**Work task**: Copy out the lines of the records below, and only those lines, from the one with "constant included. */" through the one with "const position = new", exactly as they appear.

:::

// A fitted lifetime candidate as the scoring side and the response need it:
// the full log-likelihood and k, coefficients of the location's terms, the
// distribution's usual parameters with delta-method standard errors, the
// covariance, convergence, and percentiles and survival probabilities when
// the location has no terms (with terms they depend on the row: see
// predict.ts for values at given rows).
import type { DesignMatrix, LeastSquaresFit } from '../../types.ts';
import { aliasRelations } from '../../predict.ts';
import type { CensoringCounts } from './censoring.ts';
import type { Distribution, DistributionName } from './distributions.ts';
import { percentileAt, survivalAt, waldQuantile, type LifePercentile, type LifeSurvival, type LifetimeEstimates } from './life-quantities.ts';
import { NEWTON_RULE } from './newton.ts';
import { DEFAULT_INTERVAL_LEVEL, type LifetimeOptions } from './options.ts';

export interface LifetimeFit {
  ok: true;
  name: string;
  distribution: DistributionName;
  /** Every lifetime likelihood is a density (or probability of a censored range) of a continuous time. */
  measure: 'density';
  observations: number;
  censoring: CensoringCounts;
  /** On the time scale as sent, every constant included. */
  logLikelihood: number;
  /** The same on the log-time scale (logLikelihood + Σ ln t over exact failures); null for the time-scale distributions. */
  logLikelihoodLogTime: number | null;
  /** k: estimable coefficients plus the scale or shape (none for the exponential). */
  parameters: number;
  coefficients: { term: string; estimate: number | null; standardError: number | null }[];
  aliased: string[];
  distributionParameters: { name: string; estimate: number; standardError: number | null }[];
  /** Covariance of the estimable coefficients and the log scale or log shape, from the observed information. */
  covariance: { labels: string[]; matrix: number[][] };
  convergence: { converged: true; iterations: number; rule: string; decrement: number };
  intervalLevel: number;
  percentiles: LifePercentile[] | null;
  survival: LifeSurvival[] | null;
  estimates: LifetimeEstimates;
  /** The fitted location μ_i of each row (of ln t, or of t for the time-scale distributions). */
  fittedLocation: Float64Array;
  /** For aliased columns, the exact relation the data obey (see predict.ts); null without aliasing. */
  aliasRelations: Map<number, Float64Array> | null;
}

export interface LifetimeResultInput {
  name: string;
  distribution: Distribution;
  design: DesignMatrix;
  leastSquares: LeastSquaresFit;
  estimates: LifetimeEstimates;
  logLikelihood: number;
  logLikelihoodLogTime: number | null;
  convergence: { iterations: number; decrement: number };
  counts: CensoringCounts;
  options: LifetimeOptions;
}

function sqrtOrNull(v: number): number | null {
  return v >= 0 && Number.isFinite(v) ? Math.sqrt(v) : null;
}

export function lifetimeResult(input: LifetimeResultInput): LifetimeFit {
  const { design, estimates, distribution } = input;
  const m = estimates.dimension;
  const variance = (k: number) => estimates.covariance[k * m + k];
  const position = new Map(estimates.estimable.map((j, k) => [j, k]));
  const coefficients = design.labels.map((term, j) => {
    const k = position.get(j);
    if (k === undefined) return { term, estimate: null, standardError: null };
    return { term, estimate: estimates.coefficients[k], standardError: sqrtOrNull(variance(k)) };
  });
  const onlyIntercept = design.labels.length === 1 && design.intercept && estimates.estimable.length === 1;
  const distributionParameters = distribution.usual
    .filter((u) => u.from === 'extra' || onlyIntercept)
    .map((u) => {
      const k = u.from === 'extra' ? m - 1 : 0;
      const v = u.from === 'extra' ? estimates.extra! : estimates.coefficients[0];
      const se = sqrtOrNull(variance(k));
      return { name: u.name, estimate: u.value(v), standardError: se === null ? null : Math.abs(u.slope(v)) * se };
    });
  const labels = [...estimates.estimable.map((j) => design.labels[j]), ...(distribution.extraLabel ? [distribution.extraLabel] : [])];
  const matrix = Array.from({ length: m }, (_, i) => Array.from(estimates.covariance.subarray(i * m, (i + 1) * m)));
  const level = input.options.intervalLevel ?? DEFAULT_INTERVAL_LEVEL;
  const q = waldQuantile(level);
  const one = [1];
  const fittedLocation = new Float64Array(design.rows);
  estimates.estimable.forEach((j, k) => {
    const b = estimates.coefficients[k];
    for (let i = 0; i < design.rows; i++) fittedLocation[i] += (design.high[j][i] + design.low[j][i]) * b;
  });
  return {
    ok: true,
    name: input.name,
    distribution: distribution.name,
    measure: 'density',
    observations: design.rows,
    censoring: input.counts,
    logLikelihood: input.logLikelihood,
    logLikelihoodLogTime: input.logLikelihoodLogTime,
    parameters: m,
    coefficients,
    aliased: input.leastSquares.aliased,
    distributionParameters,
    covariance: { labels, matrix },
    convergence: { converged: true, iterations: input.convergence.iterations, rule: NEWTON_RULE, decrement: input.convergence.decrement },
    intervalLevel: level,
    percentiles: onlyIntercept && input.options.percentiles ? input.options.percentiles.map((p) => percentileAt(estimates, one, p, q)) : null,
    survival: onlyIntercept && input.options.survivalAt ? input.options.survivalAt.map((t) => survivalAt(estimates, one, t, q)) : null,
    estimates,
    fittedLocation,
    aliasRelations: input.leastSquares.aliased.length > 0 ? aliasRelations(input.leastSquares, design) : null,
  };
}
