// npm run demo: start the service in-process on a free port with a throwaway
// audit file, post the demo comparison over real HTTP, print the ranking as an
// aligned table, fetch the comparison's chart and report as a user would and
// write them to out/, and stop.
import { mkdirSync, mkdtempSync, rmSync, writeFileSync } from 'node:fs';
import { tmpdir } from 'node:os';
import { join, relative, resolve } from 'node:path';
import { defaultConfig } from '../src/config.ts';
import { openAuditStore } from '../src/audit/open.ts';
import { buildApp } from '../src/http/app.ts';
import { demoComparison } from './demo-data.ts';
import { formatRankingTable } from './ranking-table.ts';

const dir = mkdtempSync(join(tmpdir(), 'parsimetry-demo-'));
const config = defaultConfig({ auditDb: join(dir, 'audit.sqlite'), port: 0 });
const store = await openAuditStore(config.auditDb);
const app = await buildApp({ config, store, logger: false });
try {
  const address = await app.listen({ host: '127.0.0.1', port: 0 });
  const response = await fetch(`${address}/v1/comparisons`, {
    method: 'POST',
    headers: { 'content-type': 'application/json' },
    body: JSON.stringify(demoComparison()),
  });
  const body = await response.json();
  if (!response.ok) {
    process.stderr.write(`demo: the service answered ${response.status}: ${JSON.stringify(body, null, 2)}\n`);
    process.exitCode = 1;
  } else {
    process.stdout.write(formatRankingTable(body));
    const outDir = resolve(import.meta.dirname, '../out');
    mkdirSync(outDir, { recursive: true });
    for (const [path, file] of [['chart.svg', 'demo-chart.svg'], ['report', 'demo-report.html']]) {
      const picture = await fetch(`${address}/v1/comparisons/${body.id}/${path}`);
      const text = await picture.text();
      if (!picture.ok) {
        process.stderr.write(`demo: GET ${path} answered ${picture.status}: ${text}\n`);
        process.exitCode = 1;
        continue;
      }
      const target = join(outDir, file);
      writeFileSync(target, text);
      process.stdout.write(`${(path === 'report' ? 'report:' : 'chart:').padEnd(8)}${relative(process.cwd(), target) || target}\n`);
    }
  }
} finally {
  await app.close();
  await store.close();
  rmSync(dir, { recursive: true, force: true });
}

:::

**The completed task**:
  /** On the time scale as sent, every constant included. */
  logLikelihood: number;
  /** The same on the log-time scale (logLikelihood + Σ ln t over exact failures); null for the time-scale distributions. */
  logLikelihoodLogTime: number | null;
  /** k: estimable coefficients plus the scale or shape (none for the exponential). */
  parameters: number;
  coefficients: { term: string; estimate: number | null; standardError: number | null }[];
  aliased: string[];
  distributionParameters: { name: string; estimate: number; standardError: number | null }[];
  /** Covariance of the estimable coefficients and the log scale or log shape, from the observed information. */
  covariance: { labels: string[]; matrix: number[][] };
  convergence: { converged: true; iterations: number; rule: string; decrement: number };
  intervalLevel: number;
  percentiles: LifePercentile[] | null;
  survival: LifeSurvival[] | null;
  estimates: LifetimeEstimates;
  /** The fitted location μ_i of each row (of ln t, or of t for the time-scale distributions). */
  fittedLocation: Float64Array;
  /** For aliased columns, the exact relation the data obey (see predict.ts); null without aliasing. */
  aliasRelations: Map<number, Float64Array> | null;
}

export interface LifetimeResultInput {
  name: string;
  distribution: Distribution;
  design: DesignMatrix;
  leastSquares: LeastSquaresFit;
  estimates: LifetimeEstimates;
  logLikelihood: number;
  logLikelihoodLogTime: number | null;
  convergence: { iterations: number; decrement: number };
  counts: CensoringCounts;
  options: LifetimeOptions;
}

function sqrtOrNull(v: number): number | null {
  return v >= 0 && Number.isFinite(v) ? Math.sqrt(v) : null;
}

export function lifetimeResult(input: LifetimeResultInput): LifetimeFit {
  const { design, estimates, distribution } = input;
  const m = estimates.dimension;
  const variance = (k: number) => estimates.covariance[k * m + k];
  const position = new Map(estimates.estimable.map((j, k) => [j, k]));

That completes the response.